Your dermatologist may also recommend topical acne treatments. While effective, these treatments will also be gentle so as not to upset your skin’s delicate balance. A salicylic acid cleanser may make a big difference. Any topical products that are prescribed or recommended will be non-drying to avoid taking your skin from one extreme to the other.

Wrinkles and Sagging, Loose Skin

Wrinkles and sagging are another big concern for women experiencing menopause skin issues. Before menopause, the estrogen in a woman’s body stimulates fat deposits. As estrogen becomes scarce body fat tends to be redistributed from the face, neck and hands to the belly, buttocks and thighs. This fat redistribution makes wrinkles and sagging inevitable. The thinning of the skin only contributes to this difficulty. Estrogens help to feed and maintain the blood capillaries in the skin, so when these hormone levels drop the skin doesn’t get the nutrients it needs. This means skin cells don’t turn over as quickly and the epidermis becomes increasingly thinner.

Anti-Aging Skin Treatments!

Several treatments are available for women wanting to combat the wrinkles, sagging and thinning skin that come with menopause.

Proper Skin Care Products

Your dermatologist can provide a prescription-strength retinoid that’s capable of encouraging the production of collagen and repairing skin with surprising speed. The active ingredient in retinoids is a concentrated formulation of vitamin A. The vitamin is absorbed into the skin where it reacts with an enzyme to produce transretinoic acid. As long as the treatment does not dry your skin, retinoids can be used on a long term basis.

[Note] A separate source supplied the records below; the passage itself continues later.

fn assert_names_path(e: &AudioError, path: &Path) {
    let msg = e.to_string();
    assert!(
        msg.contains(path.to_str().unwrap()),
        "message lacks the path: {msg}"
    );
}

#[test]
fn missing_file_is_an_io_error_naming_the_file() {
    let dir = tempfile::tempdir().unwrap();
    let path = dir.path().join("nowhere.wav");
    let e = decode(&path, ChannelPolicy::Mix).unwrap_err();
    match &e {
        AudioError::Io { path: p, source } => {
            assert_eq!(p, &path);
            assert_eq!(source.kind(), std::io::ErrorKind::NotFound);
        }
        other => panic!("expected Io, got {other:?}"),
    }
    assert_names_path(&e, &path);
}

#[test]
fn garbage_and_empty_files_are_decode_errors_naming_the_file() {
    let dir = tempfile::tempdir().unwrap();
    let garbage = dir.path().join("garbage.wav");
    std::fs::write(
        &garbage,
        (0..4096u32)
            .map(|i| (i * 7 % 251) as u8)
            .collect::<Vec<_>>(),
    )
    .unwrap();
    let empty = dir.path().join("empty.mp3");
    std::fs::write(&empty, b"").unwrap();
    // A RIFF header that promises WAVE data and stops.
    let stub = dir.path().join("stub.wav");
    std::fs::write(&stub, b"RIFF\x24\x00\x00\x00WAVEfmt ").unwrap();
    for path in [garbage, empty, stub] {
        let e = decode(&path, ChannelPolicy::Mix).unwrap_err();
        assert!(
            matches!(e, AudioError::Decode { .. }),
            "{}: got {e:?}",
            path.display()
        );
        assert_names_path(&e, &path);
    }
}

#[test]
fn wav_chopped_at_the_end_is_truncated_with_both_counts() {
    let dir = tempfile::tempdir().unwrap();
    let whole = dir.path().join("whole.wav");
    let audio = Audio {
        rate: 16_000,
        samples: common::sine(440.0, 1.0, 16_000, 0.5),
    };
    write_audio(&whole, &audio, SampleFormat::Pcm16).unwrap();
    let bytes = std::fs::read(&whole).unwrap();
    // Chop 1001 bytes: 500.5 frames of 16-bit mono, so 500 whole frames are gone and one
    // frame is cut in half.
    let chopped = dir.path().join("chopped.wav");
    std::fs::write(&chopped, &bytes[..bytes.len() - 1001]).unwrap();

    let e = decode(&chopped, ChannelPolicy::Mix).unwrap_err();
    match &e {
        AudioError::Truncated {
            path,
            declared,
            found,
        } => {
            assert_eq!(path, &chopped);
            assert_eq!(*declared, 16_000);
            assert_eq!(*found, 16_000 - 501);
        }
        other => panic!("expected Truncated, got {other:?}"),
    }
    assert_names_path(&e, &chopped);
}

Peptides are another substance that stimulates collagen production and also provides helpful elasticity which the skin naturally loses with the onset of menopause. A rich moisturizer containing glycerin or hyaluronic acid can be an amazing antidote for women who experience drying skin during menopause. These effective moisturizers definitely help to minimize the appearance of wrinkles by keeping skin soft and hydrated.

Injections and Laser Therapy

You might consider fillers or injections like Botox, Juvederm, or Dysport to recapture the youthful fullness your face used to have. A resurfacing laser treatment can also help give skin a younger appearance by stimulating collagen production and reducing the look of fine lines.

Ultherapy is a new, non-surgical skin tightening procedure that uses the latest in ultrasound technology and a perfect solution for people who aren’t ready to try a surgical face lift. It naturally enhances and stimulates your body’s production of collagen and is for use on the brow, chin, neck and chest areas.

Working with your dermatologist is one of the best ways to counteract these troubling signs of menopause.

Be Vigilant about UV Protection!

Menopause and skin issues make harmful UV rays more of a threat than ever before. As the skin thins and becomes less resilient it also becomes more susceptible to sun damage.

Accordingly, women who are going through menopause must be more vigilant than ever when it comes to protecting against harmful UV rays. A lack of estrogen is once again the culprit for this problem. Melanocytes, the cells that produce melanin in the skin, are largely maintained by estrogen. With a lack of that substance the number of melanocytes declines, leading to greater susceptibility to sun damage. Making sunscreen a daily part of the menopause skin care routine is more essential than ever, and your dermatologist can help with treatments for hyperpigmentation and age spots, which are signs of previous sun damage.

Menopause and skin care issues go hand-in-hand. However, a board-certified dermatologist can help to create a menopause skin care routine that minimizes these issues. Your dermatologist can help you regain the healthy skin you once enjoyed.